GSN maintained a regular service from Liverpool to Bordeaux until, I think, about 1972. Redstart? Seamew? Others?


----------



## john fraser

Brushy said:


> GSNC was supposedly the oldest registered shipping company in the world.(?).I served as engineer on , Fauvette,Goldfinch,Kingfisher,Greenfinch,Auk, and on loan to Regent shipping on Bosworth and Knebworth. last trip to Norway (Nov 1955)with British Army tanks , got stuck in ice in Copenhagen harbour until end of Feb . Superintendant was C.A Mariott. (known by engineers as "CAM, the eccentric engineer!!) based at Deptford . I had the job of putting the Royal Sovereign in the St.Katherines dock hard up to Tower Bridge where she was to be used as a company R&R boat!!


1824 was on the funnel markings


----------



## howardws

I sailed with John Pover, ex GSN man, in the 70s and 80s on P&O Ferries Eagle, Dragon and Lion, he was Chief Engineer. I believe that he served his apprenticeship in the GSN yard at Deptford (?). Stand bys could be fascinating times as John recounted incidents in his career. Whenever we had problems he would say "Well, on the old ......... we would do so and so." No amount of protesting that we were trying to deal with a 12 cylinder Pielstick diesel and he was talking about a two or three cylinder paddle steamer engine could stem the flow. I could listen to him for hours.


----------



## signalman

You guys might like to look at Heron and Ptarmigan in my gallery.


----------



## allenbeardwell

*Gsnc*



squashman said:


> Any one remember the General Steam Navigation Company, "Royal Daffodil & Sovereign


Hi Sqashman Remember it Well My Father was with the Company for Quite a Few Years WAS Bosun on the Auk for a While also Was on The Daffodill Ended up on The Bardic Ferry until he was 70


----------



## tony mullen

haven't heard of that company, sailed on Pacific steam navigation company, commonly known as PSNC. I did 2 trips on the Somers Isle ,, way back in 1970. just in case that was the Company you were thinking of. Tony Mullen


----------



## Dartskipper

In 1964 and 65 I did several trips as a passenger down to Margate on Royal Sovereign, and one trip from Southend to Calais on Royal Daffodil. When on holiday at Clacton in the early 60's, a highlight of the evening's entertainment for this young lad was watching Queen of the Channel berthing and unloading passengers at Clacton Pier after the day trip to Calais.

We became friendly with several of the crew on the Sovereign, as some of them lived in Ilford or Wanstead, where I grew up. After the 1966 season, when the sailings had ended and the Daffodil had gone for scrap, the Sovereign had been sold to Townsends and converted into a commercial vehicle ferry, and renamed Autocarrier, and Queen of the Channel went to Greece as Oia and sailed around the islands for many more years, the river and the piers seemed very empty. (Medway Queen had stopped running by that time, as well.)

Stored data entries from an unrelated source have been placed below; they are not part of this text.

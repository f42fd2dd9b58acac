/**
 * The usual start of an API test file: the app, a firm with one member per role, a second firm,
 * and access tokens for them (made directly, without the sign-in route's rate limits).
 */
import type { SurveyChange } from '@shared/schemas/sync';
import { startTestApp, type TestApp } from './app';
import { createOrgWithMembers, type TestOrg } from './auth';
import { tokenFor } from './surveys';

export interface TwoFirms {
  t: TestApp;
  org: TestOrg;
  other: TestOrg;
  tok: { admin: string; engineer: string; surveyor: string; otherAdmin: string; otherEngineer: string };
}

export async function startWithTwoFirms(): Promise<TwoFirms> {
  const t = await startTestApp();
  const org = await createOrgWithMembers(t.db);
  const other = await createOrgWithMembers(t.db);
  const secret = t.config.JWT_SECRET;
  const tok = {
    admin: await tokenFor(secret, org.members.admin),
    engineer: await tokenFor(secret, org.members.engineer),
    surveyor: await tokenFor(secret, org.members.surveyor),
    otherAdmin: await tokenFor(secret, other.admin),
    otherEngineer: await tokenFor(secret, other.engineer),
  };
  return { t, org, other, tok };
}

/** A push of `changes` to the started app with `token`, answered as is (status and body unread). */
export function pushAs(f: TwoFirms, token: string, changes: SurveyChange[]): Promise<Response> {
  return fetch(`${f.t.url}/api/sync/push`, { method: 'POST', headers: { authorization: `Bearer ${token}`, 'content-type': 'application/json' }, body: JSON.stringify({ changes }) });
}

/** The stored title of a survey, read straight from PostgreSQL. */
export async function storedTitle(f: TwoFirms, id: string): Promise<string> {
  return ((await f.t.db('surveys').where({ id }).first('doc')) as { doc: { title: string } }).doc.title;
}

One summer Sunday we were strolling on the end of Southend Pier when we met the new Pier Master. He had been Second Mate on the Sovereign, and had chosen not to join others of the crews of the Sovereign and Daffodil on the new ferries running out of Portsmouth. I believe the master of the Royal Daffodil joined North sea Ferries, working out of Hull.


----------



## RogertheLodger

During the late 50's and 60's I sailed on several G.S.N.C. ships. On the 'Royal Sovereign' I served as A.B. during the latter part of the summer season in 1962 and then returned in '63, '64 and '65 for the whole season. It was a great job for someone who was married with a young son and living in North London. The Master during my time was Captain W.Kelly, a rather diminutive man, but, nevertheless, a fine seaman and true gentleman to all his crew. However, woe betide any helmsman who was not familiar with 'quarter-points'.....unfortunately, his employment would cease at the end of the day when the 'Sovereign' returned to Tower Pier. Those summers were a very happy time in my life, Oh! if only I could return to that time...just for a day or two.....please !


----------



## squashman

Hi Dartskipper
I served on the Sovereign, my second trip on board a vessel, at the time I also lived in Ilford.


----------



## Dartskipper

RogertheLodger said:


> During the late 50's and 60's I sailed on several G.S.N.C. ships. On the 'Royal Sovereign' I served as A.B. during the latter part of the summer season in 1962 and then returned in '63, '64 and '65 for the whole season. It was a great job for someone who was married with a young son and living in North London. The Master during my time was Captain W.Kelly, a rather diminutive man, but, nevertheless, a fine seaman and true gentleman to all his crew. However, woe betide any helmsman who was not familiar with 'quarter-points'.....unfortunately, his employment would cease at the end of the day when the 'Sovereign' returned to Tower Pier. Those summers were a very happy time in my life, Oh! if only I could return to that time...just for a day or two.....please !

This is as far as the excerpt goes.